Sturt Street’s new home of contemporary art

Sturt Street’s new home of contemporary art

It’s not a commercial gallery or a not-for-profit gallery; it’s not a private gallery or an artist run initiative, even though it’s run by two artists. Southwest Contemporary doesn’t fit into any existing gallery structure and that’s the point.

Run by Craige Andrae and Anton Hart, who between them have a wealth of knowledge and experience in the art world, Southwest Contemporary is an art space where the duo has the liberty to show the art they want to show.

“It’s a commitment that gives us the freedom to make some very subtle moves aesthetically and artistically in a modest but very fine space and then see what happens,” Hart says.

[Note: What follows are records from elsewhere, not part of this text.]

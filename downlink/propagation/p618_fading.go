package propagation

import (
	"fmt"
	"math"
)

// LowPath says where a path under 5° runs, for the coefficient C0 of P.618-14 Table 3.
type LowPath struct {
	GradientExceeded Exceedance // of the worst month in which refractivity falls by more than 100 N/km in the lowest 100 m (P.453's pL)
	WaterFraction    float64    // share of the path over water or its coast, 0 to 1
	WorstMonth       bool       // the average worst month in place of the average year
}

// lowAngle is the prepared transition: the point where the deep part has 25 dB and
// the point at 5°, elevations apparent and in mrad, slopes in dB/mrad.
type lowAngle struct {
	heightKm               float64
	deep                   func(mrad float64) float64
	theta1, theta2         float64
	alpha, beta, gammaCube float64
}

// deepDB is A1 of §2.4.3.
const deepDB = 25

// newLowAngle prepares the fade of scintillation, beam spreading and multipath together
// that is exceeded for a percentage, at geometric elevations of 0.5° to 5°: the deep part
// from 25 dB up by P.618-14 §2.4.2, the shallow part by the transition of §2.4.3 to
// scintillation at 5°. Latitude and height are the station's; 1 to 45 GHz. A *unit.RangeError
// where the transition does not exist, as for an aperture that averages scintillation out.
func newLowAngle(s scintillation, latDeg, heightKm, pPct float64, path LowPath, n *notes) (*lowAngle, error) {
	err := firstError(s.check(n), checkLatitude(latDeg), checkStationHeight(heightKm), checkPercent(pPct),
		within("fraction of the path over water", path.WaterFraction, "", 0, 1, ""),
		within("time with a gradient under -100 N/km", path.GradientExceeded.Percents(), "%", 0.01, 100, "read it from the figures of Rec. ITU-R P.453"))
	if err != nil {
		return nil, err
	}
	n.beyond("P.618-14 §2.4.2", "frequency", s.fGHz, "GHz", 1, 45)
	n.beyond("P.618-14 §2.4.3", "exceeded percentage", pPct, "%", 0, 50)
	// Equation (54) or (56) as level - slope log10(1 + theta).
	level := 10*math.Log10(geoclimaticFactor(latDeg, heightKm, path)) + 9*math.Log10(s.fGHz) - 10*math.Log10(pPct)
	slope := 55.0
	if !path.WorstMonth {
		level -= yearCorrection(latDeg)
		slope = 59.5
	}
	l := &lowAngle{heightKm: heightKm, deep: func(mrad float64) float64 { return level - slope*math.Log10(1+mrad) }}
	l.theta1 = math.Pow(10, (level-deepDB)/slope) - 1         // equation (57)
	l.theta2 = apparentElevation(5, heightKm) * mradPerDegree // step 5
	slope1 := -slope / (1 + l.theta1) * math.Log10E           // equation (58)
	if l.theta1 >= l.theta2 {                                 // the deep part reaches over 5°: there is no transition
		return l, nil
	}
	a2 := math.Sqrt(s.fadeSquared(5, pPct)) // equation (59)
	if err := positive("scintillation fade at 5 deg elevation", a2, "dB"); err != nil {
		return nil, fmt.Errorf("P.618-14 §2.4.3: no transition to it: %w", err)
	}
	slope2 := a2 * (s.averagingSlope() - 1.2/math.Tan(radians(5))) / 1000 // equation (60)
	d := l.theta2 - l.theta1
	l.alpha = slope1 / deepDB
	l.beta = (math.Log(a2/deepDB) - l.alpha*d) / (d * d)
	l.gammaCube = (slope2 - a2*(l.alpha+2*l.beta*d)) / (a2 * d * d)
	return l, nil
}

const mradPerDegree = 1000 * math.Pi / 180

// fade returns the fade in dB at a geometric elevation, equation (64), or the deep
// part's below the angle where that reaches 25 dB.
func (l *lowAngle) fade(geometricDeg float64) float64 {
	theta := apparentElevation(geometricDeg, l.heightKm) * mradPerDegree
	if theta <= l.theta1 {
		return l.deep(theta)
	}
	u, v := theta-l.theta1, theta-l.theta2
	return deepDB * math.Exp(u*(l.alpha+u*(l.beta+l.gammaCube*v)))
}

// transitionDeg returns the geometric elevation at which the deep part begins, by
// bisection of the refraction of P.834; under -1° it returns -1°.
func (l *lowAngle) transitionDeg() float64 {
	low, high := -1.0, 5.0
	for range 60 {
		if mid := (low + high) / 2; apparentElevation(mid, l.heightKm)*mradPerDegree <= l.theta1 {
			low = mid
		} else {
			high = mid
		}
	}
	return high
}

// geoclimaticFactor is Kw of equations (50) to (53) with Table 3.
func geoclimaticFactor(latDeg, heightKm float64, path LowPath) float64 {
	c0 := 76.0
	switch {
	case path.WaterFraction > 0:
		c0 += 6 * path.WaterFraction
	case heightKm > 0.7:
		c0 = 70
	}
	lat := math.Abs(latDeg)
	cLat := math.Max(0, math.Min(7, lat-53))
	return math.Pow(path.GradientExceeded.Percents(), 1.5) * math.Pow(10, (c0+cLat)/10)
}

// yearCorrection is v of equation (55), in dB.
func yearCorrection(latDeg float64) float64 {
	c := math.Pow(math.Abs(math.Cos(radians(2*latDeg))), 0.7)
	if math.Abs(latDeg) > 45 {
		c = -c
	}
	return -1.8 - 5.6*math.Log10(1.1+c)
}

// averagingSlope returns g'(x)/g(x) dx/dtheta at 5°, per rad: equations (61) and
// (62), the first as the derivative of the square of equation (45).
func (s scintillation) averagingSlope() float64 {
	sinEl, cosEl := math.Sincos(radians(5))
	x := s.averagingArgument(sinEl)
	zeta := 11.0 / 6 * math.Atan2(1, x)
	q := x*x + 1
	slope := 3.86*11/6*math.Pow(q, -1.0/12)*(x*math.Sin(zeta)-math.Cos(zeta)) - 5.9*math.Pow(x, -1.0/6)
	root := math.Sqrt(sinEl*sinEl + flatSky)
	dx := x / (root + sinEl) * (sinEl/root + 1) * cosEl
	return slope / (2 * averagingSquared(x)) * dx
}
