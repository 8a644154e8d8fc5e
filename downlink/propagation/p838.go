package propagation

import (
	"math"
)

// bump is a Gaussian in log10 of the frequency: a exp(-((x-b)/c)²).
type bump struct{ a, b, c float64 }

// curve is one of P.838-3 equations (2) and (3): Gaussians and a straight line in
// log10 of the frequency in GHz.
type curve struct {
	bumps []bump
	m, c  float64
}

func (q curve) at(logF float64) float64 {
	s := q.m*logF + q.c
	for _, g := range q.bumps {
		u := (logF - g.b) / g.c
		s += g.a * math.Exp(-u*u)
	}
	return s
}

// P.838-3 (03/2005), Tables 1 to 4.
var (
	logKH = curve{[]bump{{-5.33980, -0.10008, 1.13098}, {-0.35351, 1.26970, 0.45400},
		{-0.23789, 0.86036, 0.15354}, {-0.94158, 0.64552, 0.16817}}, -0.18961, 0.71147}
	logKV = curve{[]bump{{-3.80595, 0.56934, 0.81061}, {-3.44965, -0.22911, 0.51059},
		{-0.39902, 0.73042, 0.11899}, {0.50167, 1.07319, 0.27195}}, -0.16398, 0.63297}
	alphaH = curve{[]bump{{-0.14318, 1.82442, -0.55187}, {0.29591, 0.77564, 0.19822},
		{0.32177, 0.63773, 0.13164}, {-5.37610, -0.96230, 1.47828}, {16.1721, -3.29980, 3.43990}}, 0.67849, -1.95537}
	alphaV = curve{[]bump{{-0.07771, 2.33840, -0.76284}, {0.56727, 0.95545, 0.54039},
		{-0.20238, 1.14520, 0.26809}, {-48.2991, 0.791669, 0.116226}, {48.5833, 0.791459, 0.116479}}, -0.053739, 0.83433}
)

// rainLaw holds k and alpha of both linear polarisations at one frequency.
type rainLaw struct{ kH, kV, aH, aV float64 }

func rainLawAt(fGHz float64) rainLaw {
	x := math.Log10(fGHz)
	return rainLaw{math.Pow(10, logKH.at(x)), math.Pow(10, logKV.at(x)), alphaH.at(x), alphaV.at(x)}
}

// combine returns k and alpha by P.838-3 equations (4) and (5); weight is
// cos²(elevation) cos(2 tilt).
func (l rainLaw) combine(weight float64) (k, alpha float64) {
	k = (l.kH + l.kV + (l.kH-l.kV)*weight) / 2
	alpha = (l.kH*l.aH + l.kV*l.aV + (l.kH*l.aH-l.kV*l.aV)*weight) / (2 * k)
	return k, alpha
}

func rainWeight(elDeg, tiltDeg float64) float64 {
	c := math.Cos(radians(elDeg))
	return c * c * math.Cos(radians(2*tiltDeg))
}

// rainCoefficients returns k and alpha of the law gamma = k R^alpha, gamma in dB/km
// and R in mm/h, for a path at an elevation and a tilt of the polarisation against
// the horizontal (45° for circular). The frequency must lie in 1 to 1000 GHz: the
// curves are fits, and mean nothing outside it. Source: Rec. ITU-R P.838-3.
func rainCoefficients(fGHz, elDeg, tiltDeg float64) (k, alpha float64, err error) {
	err = firstError(checkRainFrequency(fGHz),
		within("elevation", elDeg, "deg", -90, 90, ""), checkTilt(tiltDeg))
	if err != nil {
		return 0, 0, err
	}
	k, alpha = rainLawAt(fGHz).combine(rainWeight(elDeg, tiltDeg))
	return k, alpha, nil
}

// rainSpecific returns the attenuation of rain in dB/km; the rain rate
// must be 0 or greater. Source: Rec. ITU-R P.838-3, equation (1).
func rainSpecific(rateMmH, fGHz, elDeg, tiltDeg float64) (float64, error) {
	k, alpha, err := rainCoefficients(fGHz, elDeg, tiltDeg)
	if err := firstError(err, notNegative("rain rate", rateMmH, "mm/h")); err != nil {
		return 0, err
	}
	return k * math.Pow(rateMmH, alpha), nil
}

func checkRainFrequency(fGHz float64) error {
	return within("frequency", fGHz, "GHz", 1, 1000, "Rec. ITU-R P.838-3 is a fit to this span; leave rain out below it")
}

func checkTilt(tiltDeg float64) error {
	return within("polarisation tilt", tiltDeg, "deg", -180, 180, "give the angle against the horizontal, 45 deg for circular")
}

func radians(deg float64) float64 { return deg * (math.Pi / 180) }

func degrees(rad float64) float64 { return rad * (180 / math.Pi) }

Driven by a desire to exhibit artists whose work isn’t getting an airing anywhere else, Southwest Contemporary will host five projects a year.

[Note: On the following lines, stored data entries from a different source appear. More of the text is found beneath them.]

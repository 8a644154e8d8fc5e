package propagation

// apparentElevation returns the elevation in degrees at which a satellite far above
// the atmosphere appears, by the closed fit of Rec. ITU-R P.834-9 §4, equation (12),
// which P.618-14 §2.4 asks for. It was made for -1° to 10° and stations to 3 km;
// everything else here follows the layered ray.
func apparentElevation(elDeg, heightKm float64) float64 {
	h := heightKm
	return elDeg + 1/(1.728+0.5411*elDeg+0.03723*elDeg*elDeg+
		h*(0.1815+0.06272*elDeg+0.01380*elDeg*elDeg)+h*h*(0.01727+0.008288*elDeg))
}

// checkStationHeight bounds heights above mean sea level; the lowest shores of the
// Earth lie 0.43 km below it.
func checkStationHeight(hKm float64) error {
	return within("station height", hKm, "km", -0.5, 9, "give it above mean sea level")
}
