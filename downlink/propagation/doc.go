// Package propagation says what the air, the rain and the ionosphere do to a signal
// between a spacecraft and a station, and what noise they send, by the ITU-R
// Recommendations and without their digital maps: a site states its climate.
//
// One file a Recommendation, each at its current edition: P.676-13 (gases), P.835-6
// (reference atmospheres), P.453-14 (refractivity), P.834-9 (refraction), P.838-3,
// P.839-4, P.837-7 (rain), P.840-9 (cloud), P.618-14 (rain, scintillation, total,
// cross-polarisation, moving satellites), P.372-16 (noise of the sky and of man),
// P.531-14 (ionosphere), P.841-6 (worst month). Editions names the ones that can be
// changed for older published figures.
//
// Attenuations are positive, in dB. Elevations are geometric (the straight line's)
// unless a name says apparent (the refracted ray's, as seen at the station). Heights
// are above mean sea level. Percentages of time are an Exceedance, a fraction of an
// average year; every figure is the marginal of an average year and says nothing
// about what happens when.
//
// A value outside what a Recommendation states is either refused with a
// *unit.RangeError, or given with a Note of kind Warning that names the range.
// Nothing is clamped to a range.
//
// Path prepares all of it for one site, frequency and percentage.
package propagation
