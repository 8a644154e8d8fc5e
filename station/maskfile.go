package station

import (
	"bufio"
	"encoding/csv"
	"errors"
	"fmt"
	"io"
	"strconv"
	"strings"

	"slantwise/orbit/unit"
)

// maskFileLimit is the most bytes that a mask file may hold: a point every 0.001°
// needs 7 MB.
const maskFileLimit = 16 << 20

// ReadMaskCSV reads a mask from UTF-8 CSV text with the header
// azimuth_deg,elevation_deg and a point a row, checked as by NewMask. A byte order
// mark, CRLF, blank lines and blanks around numbers are taken as they come. Errors
// name the line, or the entry (the first row after the header is entry 1).
func ReadMaskCSV(r io.Reader, kind ElevationKind) (*Mask, error) {
	limited := &io.LimitedReader{R: r, N: maskFileLimit + 1}
	text := bufio.NewReader(limited)
	if mark, err := text.Peek(3); err == nil && string(mark) == "\ufeff" {
		if _, err := text.Discard(3); err != nil {
			return nil, fmt.Errorf("horizon mask: %w", err)
		}
	}
	points, err := maskRows(text)
	if limited.N == 0 {
		return nil, fmt.Errorf("horizon mask: the text is over %d MB; a mask needs a point every 0.001 deg at most", maskFileLimit>>20)
	}
	if err != nil {
		return nil, fmt.Errorf("horizon mask: %w", err)
	}
	return NewMask(points, kind)
}

func maskRows(text io.Reader) ([]MaskPoint, error) {
	rows := csv.NewReader(text)
	rows.FieldsPerRecord = -1
	rows.ReuseRecord = true
	row, err := rows.Read()
	if errors.Is(err, io.EOF) {
		return nil, errors.New("the text is empty; its first line must be azimuth_deg,elevation_deg")
	}
	if err != nil {
		return nil, err
	}
	if len(row) != 2 || strings.TrimSpace(row[0]) != "azimuth_deg" || strings.TrimSpace(row[1]) != "elevation_deg" {
		return nil, fmt.Errorf("line %d: the header is %.60q; it must be azimuth_deg,elevation_deg", line(rows), strings.Join(row, ","))
	}
	var points []MaskPoint
	for {
		row, err := rows.Read()
		if errors.Is(err, io.EOF) {
			return points, nil
		}
		if err != nil {
			return nil, err
		}
		if len(row) != 2 {
			return nil, fmt.Errorf("line %d: %d columns; give two, azimuth and elevation in degrees, with decimal points", line(rows), len(row))
		}
		var p MaskPoint
		for i, to := range []*unit.Angle{&p.Azimuth, &p.Elevation} {
			v, err := strconv.ParseFloat(strings.TrimSpace(row[i]), 64)
			if err != nil {
				return nil, fmt.Errorf("line %d: %.40q is not a number; give degrees with a decimal point", line(rows), row[i])
			}
			*to = unit.Angle(v) * unit.Degree
		}
		points = append(points, p)
	}
}

func line(rows *csv.Reader) int {
	n, _ := rows.FieldPos(0)
	return n
}
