package propagation

import (
	"fmt"
	"math"

	"slantwise/orbit/unit"
)

// Climate is what a site states of its air, rain and clouds. All but the place may be
// left out: Path fills it by a rule that stands in its notes, or leaves the term out
// and says so.
type Climate struct {
	Latitude unit.Angle
	Height   unit.Length // of the station above mean sea level, -0.5 to 9 km

	Atmosphere *Atmosphere // nil: the reference atmosphere of the latitude and Season
	Season     Season
	Surface    Surface // air at the station as far as it is known
	Vapour     Curve   // integrated water vapour exceeded, kg/m²

	Rate001    *RainRate  // rain rate exceeded for 0.01 % of an average year; before Months
	Months     *[12]Month // January to December, for the rain rate by P.837-7
	RainHeight *unit.Length

	CloudWater     Curve           // integrated cloud liquid water exceeded, kg/m²; before CloudLogNormal
	CloudLogNormal *CloudLogNormal // in place of CloudWater

	WetRefractivity *float64 // median, N-units
	LowPath         *LowPath // for scintillation under 5°
}

// profile returns the air above the site at its ordinary humidity.
func (c *Climate) profile(n *notes) (Atmosphere, error) {
	a := c.Atmosphere
	if a == nil {
		chosen, err := ReferenceAtmosphere(c.Latitude, c.Season)
		if err != nil {
			return Atmosphere{}, err
		}
		a = &chosen
		n.add(Default, "no atmosphere is stated: %s stands in", chosen.Name())
	}
	if c.Height.Kilometres() < 0 {
		n.add(Warning, "the station lies %s m under the sea's level, where the reference atmospheres are continued by their formulas", number(-c.Height.Metres()))
	}
	if c.Surface == (Surface{}) {
		return *a, nil
	}
	return a.WithSurface(c.Height, c.Surface)
}

// humid returns the air with the vapour that is exceeded for p %.
func (c *Climate) humid(clear Atmosphere, pPct float64, n *notes) (Atmosphere, error) {
	if c.Vapour.Empty() {
		n.add(Default, "no integrated water vapour by percentage is stated: gas is the mean one at every percentage, as P.618-14 §2.5 allows")
		return clear, nil
	}
	v, err := c.Vapour.At(Exceedance(pPct) * Percent)
	if err != nil {
		return Atmosphere{}, fmt.Errorf("integrated water vapour: %w", err)
	}
	return clear.WithColumn(c.Height, Column(v))
}

// rain returns the rain site, or false where neither a rate nor the months say how
// much it rains.
func (c *Climate) rain(n *notes) (rainSite, bool, error) {
	s := rainSite{latDeg: c.Latitude.Degrees(), stationKm: c.Height.Kilometres()}
	switch {
	case c.Rate001 != nil:
		s.rateMmH = c.Rate001.MillimetresPerHour()
	case c.Months != nil:
		year, err := NewRain(*c.Months)
		if err != nil {
			return s, false, err
		}
		rate, err := year.Rate(0.01 * Percent)
		if err != nil {
			return s, false, err
		}
		s.rateMmH = rate.MillimetresPerHour()
		n.add(Assumption, "rain rate exceeded for 0.01 %%: %s mm/h by P.837-7 Annex 1 from the months", number(s.rateMmH))
	default:
		n.add(Warning, "rain is missing: neither the rain rate exceeded for 0.01 %% nor monthly temperatures and rainfalls are stated")
		return s, false, nil
	}
	if c.RainHeight != nil {
		s.rainKm = c.RainHeight.Kilometres()
	} else {
		h, err := RainHeightByLatitude(c.Latitude)
		if err != nil {
			return s, false, err
		}
		s.rainKm = h.Kilometres()
		n.add(Default, "no rain height is stated: %s km by the latitude rule of the superseded P.839-1", number(s.rainKm))
	}
	return s, true, s.check()
}

// liquid returns the cloud liquid water exceeded for p % in kg/m², or false where
// nothing is stated.
func (c *Climate) liquid(pPct float64, n *notes) (float64, bool, error) {
	switch {
	case !c.CloudWater.Empty():
		v, err := c.CloudWater.At(Exceedance(pPct) * Percent)
		if err != nil {
			return 0, false, fmt.Errorf("cloud liquid water: %w", err)
		}
		return v, true, nil
	case c.CloudLogNormal != nil:
		l := c.CloudLogNormal
		err := firstError(within("mean of ln of the cloud liquid water", l.Mean, "", -30, 10, ""), positive("sigma of ln of the cloud liquid water", l.Sigma, ""),
			within("probability of cloud liquid water", l.Probability.Percents(), "%", 0, 100, ""))
		return liquidLogNormal(pPct, l.Mean, l.Sigma, l.Probability.Percents()), err == nil, err
	}
	n.add(Warning, "cloud is missing: no cloud liquid water is stated")
	return 0, false, nil
}

// wet returns the median wet refractivity in N-units.
func (c *Climate) wet(clear Atmosphere, n *notes) float64 {
	if c.WetRefractivity != nil {
		return *c.WetRefractivity
	}
	s := clear.at(c.Height.Kilometres())
	w := wetTerm(vapourPressure(s.rho, s.tK), s.tK)
	n.add(Default, "no wet refractivity is stated: %s N-units from the air at the surface by P.453-14, within 5 %% at sea level and low at high sites", number(w))
	return w
}

// lastPercent returns the highest percentage that the curves of the climate reach,
// 50 % at most.
func (c *Climate) lastPercent() float64 {
	last := 50.0
	for _, q := range []Curve{c.Vapour, c.CloudWater} {
		if n := len(q.points); n > 0 {
			last = math.Min(last, q.points[n-1].P.Percents())
		}
	}
	return last
}

// galaxyAndCosmos returns what lies behind the air.
func galaxyAndCosmos(f unit.Frequency) (float64, error) {
	g, err := GalacticBrightness(f)
	if err != nil {
		return 0, err
	}
	return g.Kelvins() + CosmicBackground.Kelvins(), nil
}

“The strength is we have the freedom to put shows on that are in response to what we may perceive as a requirement or a need, something that is not being currently serviced or met,” Andrae says.

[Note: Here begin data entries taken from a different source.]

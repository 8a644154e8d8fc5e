package propagation

import (
	"math"

	"slantwise/orbit/unit"
)

// CosmicBackground is the brightness of the sky behind everything, P.618-14 equation
// (69) and P.372-16 equation (14).
const CosmicBackground unit.Temperature = 2.7

// DefaultMeanRadiating is the mean radiating temperature where the surface
// temperature is not known, P.618-14 §3.
const DefaultMeanRadiating unit.Temperature = 275

// MeanRadiatingTemperature returns the mean temperature at which the air above a site
// radiates, from the surface temperature; for clear and cloudy weather. Source: Rec.
// ITU-R P.618-14 equation (70).
func MeanRadiatingTemperature(surface unit.Temperature) (unit.Temperature, error) {
	if err := within("surface temperature", surface.Kelvins(), "K", 180, 340, "give it in kelvin"); err != nil {
		return 0, err
	}
	return unit.Temperature(37.34 + 0.81*surface.Kelvins()), nil
}

// SkyBrightness returns the brightness of the sky through a medium of an attenuation
// (gas, cloud and rain; scintillation does not emit) that radiates at a mean
// temperature, in front of a background. background must be at least the cosmic one.
// Source: Rec. ITU-R P.618-14 equation (69).
func SkyBrightness(attenuation unit.DB, medium, background unit.Temperature) (unit.Temperature, error) {
	err := firstError(notNegative("attenuation", float64(attenuation), "dB"), checkMedium(medium), checkBackground(background))
	if err != nil {
		return 0, err
	}
	return unit.Temperature(brightness(float64(attenuation), medium.Kelvins(), background.Kelvins())), nil
}

func brightness(attenuationDB, mediumK, backgroundK float64) float64 {
	passed := math.Exp(-attenuationDB * (math.Ln10 / 10))
	return mediumK*(1-passed) + backgroundK*passed
}

func checkMedium(t unit.Temperature) error {
	return within("temperature of the medium", t.Kelvins(), "K", 100, 400, "see MeanRadiatingTemperature")
}

func checkBackground(t unit.Temperature) error {
	return within("background", t.Kelvins(), "K", CosmicBackground.Kelvins(), 1e9, "the cosmic background is always there")
}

Part of the motivation for starting the gallery was that Andrae, who has been absent from the South Australian art scene for nearly 20 years, was ready to return but felt he needed to be an active participant. He needed a studio and found a space on Sturt Street that could house his studio and a gallery.

“I wanted to be involved again in Adelaide’s art scene and make work,” Andrae says. “I realised previously I was very active and the more I thought about it, the more I realised I needed to be true to the way I used to work and be engaged and actively involved and contributing to my community.”

While the Sturt Street space is small and intimate, it is also museum standard. “We built it properly, which stems from a resolute vision of what it should be: clean and crisp so the artwork can stand out,” Andrae says.

Hart adds: “We share a taste, so we have a certain angle. It’s not everyone’s taste but edgy, experimental practice is what we are dead keen on. The current exhibition is indicative of the kind of projects audiences can expect to see.”

Curated by Hart and titled Mortal Close Ups, this exhibition features works by Andrae, the late John Barbour, Paloma Concierta and the now Melbourne-based Shaun Kirby. Andrae’s work Fly was first shown in the 1996 Adelaide Biennial of Art, and Kirby’s Blowhole (Gasbag) at CACSA in 1992 as part of his solo show Cultic Gloss.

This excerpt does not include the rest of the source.